Which advocacy groups or attorneys could assist in locating Lucia Lopez Belloza's immigration case?
Executive summary
If you want help locating Any Lucía López Belloza’s immigration files and pressing for her return, media reporting identifies at least three legal/advocacy actors already involved: attorney Todd Pomerleau (her lead counsel and founder of Mass Deportation Defense) [1], policy director Nayna Gupta at the American Immigration Council who is assisting the family [1] [2], and the American Immigration Council more broadly as an assisting organization [2]. News outlets report Pomerleau has searched government databases and found only a 2017 closure notation while ICE says a 2015 removal order exists [3] [4] [1].
1. Who’s already working the file — named lawyers and groups
Todd Pomerleau is repeatedly identified in reporting as Lopez Belloza’s attorney and the founder of Mass Deportation Defense; he is litigating to return her and says he has not found a record of a 2015 removal order beyond a case-closure entry in 2017 [1] [3]. Nayna Gupta, named as policy director at the American Immigration Council, is explicitly reported as assisting the family [1] [2]. Those three — Pomerleau, Mass Deportation Defense, and the American Immigration Council — are the concrete legal and advocacy touchpoints visible in press coverage to date [1] [2].
2. What these actors can do — and what they’ve already said they’re doing
Pomerleau’s immediate stated goals are to force the federal government to return Lopez Belloza to the U.S. and to challenge what he calls a due‑process violation; he says he’s searched government databases and only found a 2017 closed case entry [3] [5]. The American Immigration Council, through Gupta, is helping the family understand outstanding orders and how they may have gone unnoticed — a policy/advocacy role distinct from courtroom litigation [2].
3. Where official records reportedly disagree — the core evidence gap
ICE and DHS have publicly said an immigration judge ordered Lopez Belloza removed in 2015; Pomerleau says he cannot find a supporting record and only sees a 2017 closure notation in government databases [3] [4] [1]. Multiple outlets report a federal judge issued an emergency order to block removal after her detention, and Pomerleau alleges ICE nonetheless moved and removed her — an allegation at the center of efforts to locate a formal case record and any removal paperwork [6] [7] [8].
4. Other organizations typically helpful in cases like this (reported + plausible)
Reporting names the American Immigration Council as involved [2]. Coverage does not list other specific groups working the case, but common allies in deportation‑challenge litigation often include local legal defense clinics, immigrant‑rights nonprofits and litigation centers; available sources do not mention additional groups by name for this case [2].

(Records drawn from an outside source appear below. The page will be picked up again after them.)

/** Minimal view of a bond for graph walks: the indices of its two atoms. */
export interface BondEnds {
  readonly from: number;
  readonly to: number;
}

/**
 * Marks the bonds that lie on no ring (bridges of the graph), in time linear in atoms plus bonds.
 * Returns one flag per bond, 1 for a bridge. The depth-first walk keeps its own stack so that long
 * chains cannot overflow the call stack.
 */
export function findBridges(atomCount: number, bonds: readonly BondEnds[]): Uint8Array {
  const bondCount = bonds.length;
  const offsets = new Int32Array(atomCount + 1);
  for (let b = 0; b < bondCount; b++) {
    offsets[bonds[b].from + 1]++;
    offsets[bonds[b].to + 1]++;
  }
  for (let a = 0; a < atomCount; a++) offsets[a + 1] += offsets[a];
  const neighbours = new Int32Array(2 * bondCount);
  const viaBond = new Int32Array(2 * bondCount);
  const fill = offsets.slice(0, atomCount);
  for (let b = 0; b < bondCount; b++) {
    const { from, to } = bonds[b];
    neighbours[fill[from]] = to;
    viaBond[fill[from]++] = b;
    neighbours[fill[to]] = from;
    viaBond[fill[to]++] = b;
  }

  const bridge = new Uint8Array(bondCount);
  const discovered = new Int32Array(atomCount); // 0 = not yet visited
  const low = new Int32Array(atomCount);
  const parentBond = new Int32Array(atomCount);
  const nextEdge = new Int32Array(atomCount);
  const stack = new Int32Array(atomCount);
  let time = 0;
  for (let root = 0; root < atomCount; root++) {
    if (discovered[root] !== 0) continue;
    let depth = 0;
    stack[depth++] = root;
    parentBond[root] = -1;
    discovered[root] = low[root] = ++time;
    nextEdge[root] = offsets[root];
    while (depth > 0) {
      const atom = stack[depth - 1];
      if (nextEdge[atom] < offsets[atom + 1]) {
        const edge = nextEdge[atom]++;
        const neighbour = neighbours[edge];
        if (viaBond[edge] === parentBond[atom]) continue;
        if (discovered[neighbour] === 0) {
          parentBond[neighbour] = viaBond[edge];
          discovered[neighbour] = low[neighbour] = ++time;
          nextEdge[neighbour] = offsets[neighbour];
          stack[depth++] = neighbour;
        } else if (discovered[neighbour] < low[atom]) {
          low[atom] = discovered[neighbour];
        }
      } else {
        depth--;
        if (depth > 0) {
          const parent = stack[depth - 1];
          if (low[atom] < low[parent]) low[parent] = low[atom];
          if (low[atom] > discovered[parent]) bridge[parentBond[atom]] = 1;
        }
      }
    }
  }
  return bridge;
}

5. Practical next steps reporters and advocates are using now
Journalists cite searches of government immigration databases as the first step Pomerleau took; litigation to compel the government to return the client is his stated next move [3] [5]. The family is working with the American Immigration Council on clarifying whether outstanding orders exist and why they may not have been noticed [2]. The combined path is record search → emergency federal filings → public pressure and policy advocacy [1] [6].
6. Conflicting narratives and the stakes
Federal agencies say there was a 2015 removal order and that she “illegally stayed” in the U.S.; the attorney says no proof has been produced and that she was deported despite a judge’s emergency order blocking removal [9] [7]. That conflict defines why locating the administrative or court record is decisive: it would show whether a valid final order existed and when it was entered, or whether procedural errors occurred [3] [4].
7. Limits of current reporting — what sources do not say
Available sources do not publish the underlying immigration‑court docket, the actual removal order text, or government transfer and deportation manifests in full; they also do not name additional legal nonprofits beyond the American Immigration Council working the case [3] [1] [2]. If you need to locate files yourself, reporting does not provide the alien file (A‑file) number or the immigration court case number.
8. If you want to help or to locate the records now
Contact Pomerleau and the American Immigration Council — both are named in coverage as counsel and advocates on the matter [1] [2]. Reporters relied on database searches and emergency federal filings; pursuing Freedom of Information Act requests, court dockets at EOIR (immigration court), and direct demands to ICE/DHS for the A‑file and removal paperwork are the next legal steps described or implied by sources, though those procedural actions are not detailed step‑by‑step in current reporting [3] [6].
Final note: news accounts consistently cite the same three figures and the core factual dispute (a claimed 2015 removal order vs. counsel’s inability to find a record) — locating the A‑file or court docket is the single factual lever that will resolve the disagreement, and the named attorney and the American Immigration Council are the entry points for anyone seeking that documentation [1] [2] [3].